WORK INSTRUCTION: The records below are to be retyped in full. Keep every word.

(LISTED ENTRIES Opens)

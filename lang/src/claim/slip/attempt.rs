//! The mistakes that can have been made in one claim.

use super::rewrite::{self, Swap};
use super::{Scene, Suspect};
use crate::ast::BinaryOp;
use crate::check::library;
use crate::eval::Value;
use crate::program::{ModelNode, NodeId, Op, Program};
use rustc_hash::FxHashSet;
use std::sync::Arc;
use zij_stdlib::catalogue::Argument;
use zij_stdlib::dimension::{Dimension, Generator};
use zij_stdlib::model::{Model, ParameterId, Setting};
use zij_stdlib::slips::{self, Algebra, Mistake, Other, Slip};

/// Nodes of a claim at most for its expression to be written again with each
/// mistake; beyond that, only its value is multiplied.
const MAX_CONE: usize = 2_000;
/// Rows of data that each mistake may run over.
const MAX_ROWS: usize = 5_000;
/// Of the values of a parameter, those of at least this weight are tried where
/// a model has a function of z in it.
const PLAUSIBLE: f64 = 6.0;
/// Redshifts that are tried for powers of (1+z).
const MAX_REDSHIFTS: usize = 3;

/// One mistake, made.
pub(super) struct Attempt {
    pub key: &'static str,
    pub about: String,
    /// In parts of a thousand; shared among those that differ in a number.
    pub weight: f64,
    /// What the value is multiplied by, where that is all.
    pub factor: Option<f64>,
    gives: Gives,
}

/// Where the mistaken value is found.
enum Gives {
    /// In a node, in SI.
    Node(NodeId),
    /// It is this, in the unit of the claim.
    Number(f64),
}

impl Attempt {
    fn of(slip: &'static Slip, gives: Gives) -> Attempt {
        Attempt {
            key: slip.key,
            about: slip.about.into(),
            weight: slip.weight,
            factor: None,
            gives,
        }
    }

    /// The mistaken value in the unit of the claim.
    pub fn value(&self, suspect: &Suspect, node: &mut impl FnMut(NodeId) -> Option<f64>) -> Option<f64> {
        match self.gives {
            Gives::Node(id) => Some(node(id)? / suspect.factor),
            Gives::Number(value) => Some(value),
        }
    }

    /// Whether the two are different mistakes, which can be made together.
    pub fn goes_with(&self, other: &Attempt) -> bool {
        let family = |key: &'static str| key.split('-').next().unwrap_or(key);
        self.key != other.key
            && (family(self.key) != family(other.key) || self.factor.is_none())
            && !self
                .factor
                .zip(other.factor)
                .is_some_and(|(a, b)| super::is_same(a * b, 1.0))
    }
}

(LISTED ENTRIES Closes)

EXERCISE RESPONSE:
filename lang/src/claim/slip/attempt.rs
//! The mistakes that can have been made in one claim.

use super::rewrite::{self, Swap};
use super::{Scene, Suspect};
use crate::ast::BinaryOp;
use crate::check::library;
use crate::eval::Value;
use crate::program::{ModelNode, NodeId, Op, Program};
use rustc_hash::FxHashSet;
use std::sync::Arc;
use zij_stdlib::catalogue::Argument;
use zij_stdlib::dimension::{Dimension, Generator};
use zij_stdlib::model::{Model, ParameterId, Setting};
use zij_stdlib::slips::{self, Algebra, Mistake, Other, Slip};

/// Nodes of a claim at most for its expression to be written again with each
/// mistake; beyond that, only its value is multiplied.
const MAX_CONE: usize = 2_000;
/// Rows of data that each mistake may run over.
const MAX_ROWS: usize = 5_000;
/// Of the values of a parameter, those of at least this weight are tried where
/// a model has a function of z in it.
const PLAUSIBLE: f64 = 6.0;
/// Redshifts that are tried for powers of (1+z).
const MAX_REDSHIFTS: usize = 3;

/// One mistake, made.
pub(super) struct Attempt {
    pub key: &'static str,
    pub about: String,
    /// In parts of a thousand; shared among those that differ in a number.
    pub weight: f64,
    /// What the value is multiplied by, where that is all.
    pub factor: Option<f64>,
    gives: Gives,
}

/// Where the mistaken value is found.
enum Gives {
    /// In a node, in SI.
    Node(NodeId),
    /// It is this, in the unit of the claim.
    Number(f64),
}

impl Attempt {
    fn of(slip: &'static Slip, gives: Gives) -> Attempt {
        Attempt {
            key: slip.key,
            about: slip.about.into(),
            weight: slip.weight,
            factor: None,
            gives,
        }
    }

    /// The mistaken value in the unit of the claim.
    pub fn value(&self, suspect: &Suspect, node: &mut impl FnMut(NodeId) -> Option<f64>) -> Option<f64> {
        match self.gives {
            Gives::Node(id) => Some(node(id)? / suspect.factor),
            Gives::Number(value) => Some(value),
        }
    }

    /// Whether the two are different mistakes, which can be made together.
    pub fn goes_with(&self, other: &Attempt) -> bool {
        let family = |key: &'static str| key.split('-').next().unwrap_or(key);
        self.key != other.key
            && (family(self.key) != family(other.key) || self.factor.is_none())
            && !self
                .factor
                .zip(other.factor)
                .is_some_and(|(a, b)| super::is_same(a * b, 1.0))
    }
}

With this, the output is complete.